Regarding next-gen equipment, we have one 454 GS FLX, six Illumina Genome Analyzers II, and four ABI SOLiD 2.0 systems. We have also kept four ABI 3730 units — we used to have 10 — for QC and development use.
I think the currently available three [second-generation] platforms all have their own strengths, and they all have their own disadvantages.
I think the 454 is a pretty nice system. If you go by time, say, per week or per month, it pretty much has the same output as a Solexa or a SOLiD. The only issue is the reagent cost. Compared to the other two platforms, I would say it’s on the order of 10-fold more expensive. That’s a big deciding factor — if for the same amount of money, I can do 10-fold more things, or if I can spend 10-fold less money to get the same job done, of course I would go that direction.
454’s strength is really in the several-hundred base pair reads, which make the system unique for metagenome sequencing. For example, we have a mosquito viral metagenome project, and I think 454 is uniquely suited to that, and no other approach can match it for this project.
The output of the Solexa and SOLiD systems is about the same. It’s all tag-based sequencing, and they both can do paired-end reads. Solexa came into this market earlier, so therefore it is relatively well-established, compared to SOLiD, which has kind of a catch-up game to play.
But besides that, beyond the technology, it’s really about the business. For example, we think ABI has much better tech support for the SOLiD than Illumina for the Genome Analyzer. That’s a factors we also consider before making a decision.
Application-wise, I think Solexa is more flexible than the SOLiD. If you want to test a few things, Solexa is a much better way to go, because you can do a one-lane test to see what the results are, and then you can decide what to do next. Solexa is also very good to feed ChIP-Seq studies, because you don’t need that much data — one lane can give you 1 or 2 million reads, which is enough to be informative.
The SOLiD is kind of bulkier, but if you are sure about something you want to do in a big way, for example for cancer genome sequencing, we think it’s a really good fit. That doesn’t mean that Solexa cannot do that — it’s just more flexible, so we use Solexa to do more diverse projects, and SOLiD is more dedicated to larger projects.
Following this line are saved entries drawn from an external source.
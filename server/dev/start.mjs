import { join } from 'node:path';
import { prepareData, startProgram } from './application.mjs';
import { loadEnvironmentFile } from './environment.mjs';
import { waitForDatabase } from './external-database.mjs';
import { takeLock } from './lock.mjs';
import { say, sayFailure } from './output.mjs';
import { dataFolder } from './paths.mjs';
import { prepare } from './prepare.mjs';
import { beginningOf, endLeftOver } from './processes.mjs';
import { stopSteps } from './run.mjs';
import { addressOf, chooseSettings } from './settings.mjs';
import { superviseDatabase } from './supervised-database.mjs';
import { endChild } from './waiting.mjs';

/* Starts everything and stays until it is asked to stop; then everything it started ends, within ten seconds. */
const programStopsWithin = 5_000;
const undo = [];
let stopping = false;

async function stop(code) {
  if (stopping) return;
  stopping = true;
  await stopSteps();
  for (const step of undo.reverse()) await Promise.resolve(step()).catch(sayFailure);
  process.exit(code);
}

function fail(error) {
  if (stopping) return undefined;
  sayFailure(error);
  return stop(1);
}

/** A killed start may have left its program running; the new one must have the place to itself. */
async function endPreviousProgram({ program, programBeginning } = {}) {
  if (!program || beginningOf(program) !== programBeginning) return;
  say('The program of an earlier run is still there; stopping it ...');
  await endLeftOver(program, programStopsWithin);
}

async function startDatabase(folder) {
  const given = process.env.DATABASE_URL;
  if (given) return { application: given, owner: process.env.DATABASE_MIGRATION_URL || given };
  const database = superviseDatabase(folder, fail);
  undo.push(() => database.stop());
  return database.start();
}

async function start(folder, lock) {
  await endPreviousProgram(lock.previous);
  await prepare({ database: !process.env.DATABASE_URL, built: true });
  const urls = await startDatabase(folder);
  const settings = { ...(await chooseSettings(folder)), DATABASE_URL: urls.application };
  if (stopping) return;
  const program = startProgram(settings);
  undo.push(() => endChild(program, programStopsWithin));
  program.once('exit', (code, signal) => {
    if (stopping) return;
    say(`The program ended by itself (${signal ?? `exit code ${code}`}).`);
    stop(code || 1);
  });
  const address = addressOf(settings);
  lock.note({ address, program: program.pid, programBeginning: beginningOf(program.pid) });
  if (process.env.DATABASE_URL) await waitForDatabase(urls.owner, () => stopping);
  if (stopping) return;
  await prepareData(settings, urls.owner);
  if (program.connected) program.send('prepared');
}

// Whoever read our output may go; the database and the program are still to be stopped in order.
for (const stream of [process.stdout, process.stderr]) stream.on('error', () => undefined);
loadEnvironmentFile();
const folder = dataFolder();
const lock = takeLock(join(folder, 'running.json'));
if (lock.held) {
  undo.push(() => lock.release());
  for (const signal of ['SIGINT', 'SIGTERM', 'SIGHUP']) process.on(signal, () => stop(0));
  start(folder, lock).catch(fail);
} else {
  const { address, pid } = lock.holder;
  say(
    address
      ? `Backmark is already running at ${address} (process ${pid}).`
      : `Backmark is already being started (process ${pid}).`,
  );
  say('It was left alone. Stop it there with Ctrl-C before starting it anew.');
}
What kinds of studies are you planning?
We want to study the function and the structure of the genome. In terms of function, we are studying how the transcription machinery is regulated and coordinated. Most of the focus is on stem cells and cancer cells, and we think that ChIA-PET will be the main technical approach for us, because it yields everything that ChIP-Seq can provide, and much more. For example, ChIA-PET can also get [long-range] interactions, which is very valuable information no other technology can provide. Of course we also use other techniques, such as ChIP-Seq and transcriptome sequencing. But we are mostly focused on paired-end sequencing – that’s our strength, that’s our core competency.
In terms of genome structure, in cancer genome sequencing as well as personal genome sequencing, we also use the paired-end sequencing approach to push the idea of personal karyogenomics.
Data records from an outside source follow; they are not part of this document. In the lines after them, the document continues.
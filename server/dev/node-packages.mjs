import { existsSync, readFileSync } from 'node:fs';
import { PlainError, say } from './output.mjs';
import { inRoot } from './paths.mjs';
import { mustRun } from './run.mjs';
import { hashOf, readStamp, writeStamp } from './stamps.mjs';

const stampFile = inRoot('node_modules/.backmark-packages');
const hashNow = () => hashOf(['package-lock.json']);

/** True when every package that package.json names, tools included, lies in node_modules. */
function allPresent() {
  const { dependencies, devDependencies } = JSON.parse(readFileSync(inRoot('package.json'), 'utf8'));
  const names = Object.keys({ ...dependencies, ...devDependencies });
  return names.every((name) => existsSync(inRoot('node_modules', name, 'package.json')));
}

/** Notes that node_modules fits the lock file; npm calls this after an install. */
export function stampNodePackages() {
  if (allPresent()) writeStamp(stampFile, hashNow());
}

/** True when node_modules was installed from the lock file as it is now. */
export function nodePackagesReady() {
  return readStamp(stampFile) === hashNow() && allPresent();
}

/** Installs the locked packages, unless they are there. */
export async function ensureNodePackages() {
  if (nodePackagesReady()) return;
  say('Installing the locked packages ...');
  const npm = process.env.npm_execpath;
  const args = ['ci', '--include=dev', '--no-audit', '--no-fund', '--loglevel=error'];
  if (npm?.endsWith('.js')) await mustRun('npm ci', process.execPath, [npm, ...args]);
  else await mustRun('npm ci', 'npm', args);
  if (!allPresent()) throw new PlainError('npm ci ended, yet packages are missing from node_modules.');
  stampNodePackages();
}
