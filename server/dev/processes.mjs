import { readFileSync } from 'node:fs';
import { until } from './waiting.mjs';

const proc = (pid, name) => {
  try {
    return readFileSync(`/proc/${pid}/${name}`, 'utf8');
  } catch {
    return '';
  }
};

/** A process's arguments; empty when it has ended. */
export const argumentsOf = (pid) => proc(pid, 'cmdline').split('\0').filter(Boolean);

/** When a process began, in clock ticks since boot: with the pid it names one process for good. '' when ended. */
export function beginningOf(pid) {
  const stat = proc(pid, 'stat');
  const [state, ...rest] = stat.slice(stat.lastIndexOf(')') + 2).split(' ');
  return state === '' || state === 'Z' ? '' : (rest[18] ?? '');
}

/** Ends a process that an earlier run left behind; it is no child of ours, so /proc tells when it is gone. */
export async function endLeftOver(pid, milliseconds) {
  const beginning = beginningOf(pid);
  const gone = () => beginningOf(pid) !== beginning;
  for (const [signal, wait] of [
    ['SIGTERM', milliseconds],
    ['SIGKILL', 5000],
  ]) {
    if (beginning === '' || gone()) return;
    try {
      process.kill(pid, signal);
    } catch {
      return;
    }
    await until(gone, wait);
  }
}
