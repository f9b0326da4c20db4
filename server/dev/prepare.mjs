import { ensureBuilt } from './build.mjs';
import { ensureNodePackages } from './node-packages.mjs';
import { PlainError } from './output.mjs';
import { ensureSystemPackages } from './system-packages.mjs';

const oldestNode = 20;

/** Makes this machine ready; what is there already is left alone. A later step waits for an earlier one. */
export async function prepare({ database = false, browser = false, built = false }) {
  if (Number.parseInt(process.versions.node, 10) < oldestNode) {
    throw new PlainError(`Backmark needs Node.js ${oldestNode} or newer; this is ${process.versions.node}.`);
  }
  await ensureSystemPackages({ database, browser });
  await ensureNodePackages();
  if (built) await ensureBuilt();
}
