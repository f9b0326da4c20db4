import { resolve } from 'node:path';
import { fileURLToPath } from 'node:url';

/** The folder of this checkout, without a slash at its end. */
export const root = fileURLToPath(new URL('../..', import.meta.url)).replace(/\/$/, '');

/** A path inside the checkout. */
export const inRoot = (...parts) => resolve(root, ...parts);

/** Where the database, the secrets and the lock of a running copy are kept. */
export const dataFolder = () => resolve(root, process.env.BACKMARK_DATA || '.data');
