import { createHash } from 'node:crypto';
import { existsSync, lstatSync, mkdirSync, readFileSync, renameSync, rmSync, writeFileSync } from 'node:fs';
import { tmpdir, userInfo } from 'node:os';
import { join } from 'node:path';
import { PlainError, say } from './output.mjs';
import { argumentsOf, endLeftOver } from './processes.mjs';
import { run } from './run.mjs';
import { findProgram } from './system-packages.mjs';

const longestSocketPath = 100;

/** A folder with a short name, the same at every start for the same data folder, that only we may enter. */
function shortFolder(folder) {
  const name = createHash('sha256').update(folder).digest('hex').slice(0, 16);
  const short = join(tmpdir(), `backmark-${process.getuid?.() ?? ''}-${name}`);
  mkdirSync(short, { recursive: true, mode: 0o700 });
  const { uid, mode } = lstatSync(short);
  if (uid !== userInfo().uid || (mode & 0o777) !== 0o700) {
    throw new PlainError(`${short} is in the way: it belongs to somebody else or is open to others.`);
  }
  return short;
}

/** Every path one database server uses, all below `folder` but for a socket whose path would be too long. */
export function serverFiles(folder) {
  const datadir = join(folder, 'mariadb');
  const socket = join(folder, 'mariadb.sock');
  return {
    folder,
    datadir,
    socket: Buffer.byteLength(socket) <= longestSocketPath ? socket : join(shortFolder(folder), 's'),
    pidFile: join(datadir, 'mariadbd.pid'),
    log: join(folder, 'mariadb.log'),
    initFile: join(folder, 'mariadb-init.sql'),
    accounts: join(folder, 'mariadb-accounts.json'),
  };
}

/** As root the server must be told that it may run as root; another user is simply kept. */
export const userFlag = () => (process.getuid?.() === 0 ? ['--user=root'] : []);

/** Makes an empty data folder, whole or not at all: it gets its name when it is complete. */
export async function installDatadir(files) {
  if (existsSync(files.datadir)) return;
  mkdirSync(files.folder, { recursive: true, mode: 0o700 });
  const unfinished = `${files.datadir}.new`;
  rmSync(unfinished, { recursive: true, force: true });
  const log = `${files.log}.install`;
  const args = [
    '--no-defaults',
    ...userFlag(),
    `--datadir=${unfinished}`,
    '--auth-root-authentication-method=socket',
    `--auth-root-socket-user=${userInfo().username}`,
    '--skip-test-db',
    '--skip-name-resolve',
  ];
  writeFileSync(log, '');
  const code = await run('sh', [
    '-c',
    'exec "$@" >"$0" 2>&1',
    log,
    findProgram('mariadb-install-db'),
    ...args,
  ]);
  if (code !== 0) throw new PlainError(`The database's folder could not be made; ${log} says why.`);
  rmSync(log);
  renameSync(unfinished, files.datadir);
}

/** Stops a server that an earlier, killed run left on this very data folder. */
export async function endLeftOverServer(files) {
  if (!existsSync(files.pidFile)) return;
  const pid = Number(readFileSync(files.pidFile, 'utf8').trim());
  if (!(pid > 1) || !argumentsOf(pid).includes(`--datadir=${files.datadir}`)) return;
  say('A database server of an earlier run is still there; stopping it ...');
  await endLeftOver(pid, 20_000);
}
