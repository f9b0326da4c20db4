/** A user of the database server. */
export interface Account {
  user: string;
  password: string;
}

/** A MariaDB server that this process started. */
export interface RunningServer {
  port: number;
  pid: number;
  files: { folder: string; datadir: string; socket: string; log: string };
  exited: Promise<{ code: number | null; signal: string | null }>;
  url(account: Account, database?: string): string;
  stop(): Promise<void>;
  kill(): Promise<unknown>;
}

export function startMariaDB(options: {
  folder: string;
  port: number;
  keepPort?: boolean;
  statements: string[];
  account: Account;
}): Promise<RunningServer>;
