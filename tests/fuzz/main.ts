import { parseArgs } from 'node:util';
import { fuzzers } from './registry.ts';

/*
 * npm run fuzz -- [--cases 10000] [--seed 1] [NAME…]
 * Runs the named fuzzers, or all, each for so many random cases. A seed repeats a run; without one it is drawn and printed.
 * Exit status: 0 all hold, 1 a case breaks one, 2 not understood.
 */
const MOST_CASES = 1e9;
const SEEDS = 2 ** 31;

interface Asked {
  readonly names: readonly string[];
  readonly cases: number;
  readonly seed: number;
}

function wholeNumber(name: string, text: string, least: number, most: number): number {
  const value = Number(text);
  if (/^\d+$/.test(text) && value >= least && value <= most) return value;
  throw new Error(`--${name} ${text} is not a whole number from ${least} to ${most}.`);
}

function asked(args: string[]): Asked {
  const options = { cases: { type: 'string' }, seed: { type: 'string' } } as const;
  const { values, positionals } = parseArgs({ args, options, allowPositionals: true });
  const known = fuzzers.map(({ name }) => name);
  for (const name of positionals) {
    if (!known.includes(name)) throw new Error(`"${name}" is no fuzzer; there are ${known.join(', ')}.`);
  }
  return {
    names: positionals.length > 0 ? positionals : known,
    cases: wholeNumber('cases', values.cases ?? '10000', 1, MOST_CASES),
    seed: wholeNumber('seed', values.seed ?? String(Math.floor(Math.random() * SEEDS)), 0, SEEDS - 1),
  };
}

function runAll({ names, cases, seed }: Asked): number {
  let broken = 0;
  console.log(`${cases} cases each, seed ${seed}`);
  for (const { name, about, run } of fuzzers.filter((one) => names.includes(one.name))) {
    const start = performance.now();
    try {
      run(cases, seed);
      console.log(`holds   ${name}: ${about} (${((performance.now() - start) / 1000).toFixed(1)} s)`);
    } catch (error) {
      broken += 1;
      const { cause, message } = error as Error;
      const broke = cause instanceof Error ? `${cause.message}\n` : '';
      console.log(`BROKEN  ${name}: ${about}\n${broke}${message}`);
    }
  }
  return broken === 0 ? 0 : 1;
}

function main(): number {
  let what: Asked;
  try {
    what = asked(process.argv.slice(2));
  } catch (error) {
    console.error((error as Error).message);
    return 2;
  }
  return runAll(what);
}

process.exitCode = main();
Where do you see the sequencing field headed, and what are the greatest challenges ahead?
By witnessing the recent developments of the sequencing technologies, you just cannot underestimate what might happen. Maybe next year, Pacific Bio may have some breakthrough. And also, Helicos, if its system works out, could provide significant incremental improvement to this field, simply because they could provide much higher throughput than the currently available platforms.
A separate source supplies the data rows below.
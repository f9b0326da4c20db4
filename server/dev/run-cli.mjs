import { spawn } from 'node:child_process';
import { pathToFileURL } from 'node:url';
import { ensureNodePackages } from './node-packages.mjs';
import { sayFailure } from './output.mjs';
import { inRoot, root } from './paths.mjs';

/*
 * Runs a TypeScript command of ours: `node server/dev/run-cli.mjs server/cli/evaluate.ts cases.json`.
 * Only the command itself writes to standard output; installing missing packages is told on standard error.
 */
const [script, ...args] = process.argv.slice(2);
try {
  await ensureNodePackages();
  const tsx = pathToFileURL(inRoot('node_modules/tsx/dist/loader.mjs')).href;
  const child = spawn(process.execPath, ['--import', tsx, inRoot(script), ...args], {
    cwd: root,
    stdio: 'inherit',
  });
  for (const signal of ['SIGINT', 'SIGTERM', 'SIGHUP']) process.on(signal, () => child.kill(signal));
  child.once('exit', (code) => process.exit(code ?? 1));
} catch (error) {
  sayFailure(error);
  process.exitCode = 1;
}
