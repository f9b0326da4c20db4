import { createServer } from 'node:net';

/** The port itself when it can be listened on now (0: any), otherwise undefined. */
export function freePort(port, host = '127.0.0.1') {
  return new Promise((resolve) => {
    const server = createServer();
    server.once('error', () => resolve(undefined));
    server.listen({ port, host, exclusive: true }, () => {
      const found = server.address().port;
      server.close(() => resolve(found));
    });
  });
}

/** The wished-for port, or one of the next few, or any free one. */
export async function freePortNear(wished, host) {
  for (let port = wished; wished > 0 && port < Math.min(wished + 20, 65536); port += 1) {
    if (await freePort(port, host)) return port;
  }
  return freePort(0, host);
}
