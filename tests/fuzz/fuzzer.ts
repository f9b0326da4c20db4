import fc from 'fast-check';

/** A statement that must hold for every case that can be drawn. */
export interface Fuzzer {
  readonly name: string;
  /** What is drawn and what must hold. */
  readonly about: string;
  /** @throws with the smallest case that breaks the statement */
  readonly run: (cases: number, seed: number) => void;
}

/** A fuzzer of one statement, which throws for a case that breaks it. */
export function fuzzer<T>(
  name: string,
  about: string,
  cases: fc.Arbitrary<T>,
  holds: (given: T) => void,
): Fuzzer {
  return {
    name,
    about,
    run: (numRuns, seed) => fc.assert(fc.property(cases, holds), { numRuns, seed }),
  };
}
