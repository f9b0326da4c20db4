import { join } from 'node:path';
import { databaseStatements } from './mariadb-accounts.mjs';
import { startMariaDB } from './mariadb.mjs';
import { PlainError, say } from './output.mjs';
import { keptPrivate, randomSecret } from './secrets.mjs';

const database = 'backmark';
const wishedPort = 33170;
const restartsPerMinute = 5;

/**
 * The program's own database server. When it dies it is started again on the same port, so that the program's
 * connections heal; when it dies again and again, `onLost` is told.
 */
export function superviseDatabase(folder, onLost) {
  const { owner, application } = keptPrivate(join(folder, 'mariadb-accounts.json'), () => ({
    owner: { user: 'backmark_owner', password: randomSecret() },
    application: { user: 'backmark_app', password: randomSecret() },
  }));
  const common = { folder, statements: databaseStatements(database, owner, application), account: owner };
  const restarts = [];
  let stopping = false;
  let current;

  function watch(server) {
    server.exited.then(({ code, signal }) => {
      if (stopping) return;
      say(`The database server ended by itself (${signal ?? `exit code ${code}`}); starting it again ...`);
      restarts.push(Date.now());
      const recent = restarts.filter((time) => time > Date.now() - 60_000);
      if (recent.length > restartsPerMinute)
        return onLost(new PlainError('The database server keeps ending.'));
      current = startMariaDB({ ...common, port: server.port, keepPort: true });
      current.then(watch, onLost);
    });
    return server;
  }

  return {
    /** Starts it; returns the addresses for the program and for its migrations. */
    async start() {
      current = startMariaDB({ ...common, port: wishedPort });
      const server = watch(await current);
      return { application: server.url(application, database), owner: server.url(owner, database) };
    },
    /** Stops it, also when it is just being started. */
    async stop() {
      stopping = true;
      const server = await current?.catch(() => undefined);
      await server?.stop();
    },
  };
}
The greatest challenge will be the data analysis, and related IT improvements — how to manage the data flow, how to increase the data storage, and how to develop new algorithms.
And I think more and more, we will understand how structural variations in the human genome contribute to disease. … In the future, if everyone’s genome sequence becomes available — and every individual already has a complete set of phenotypes — that would be the ideal situation, the paradise for medical research.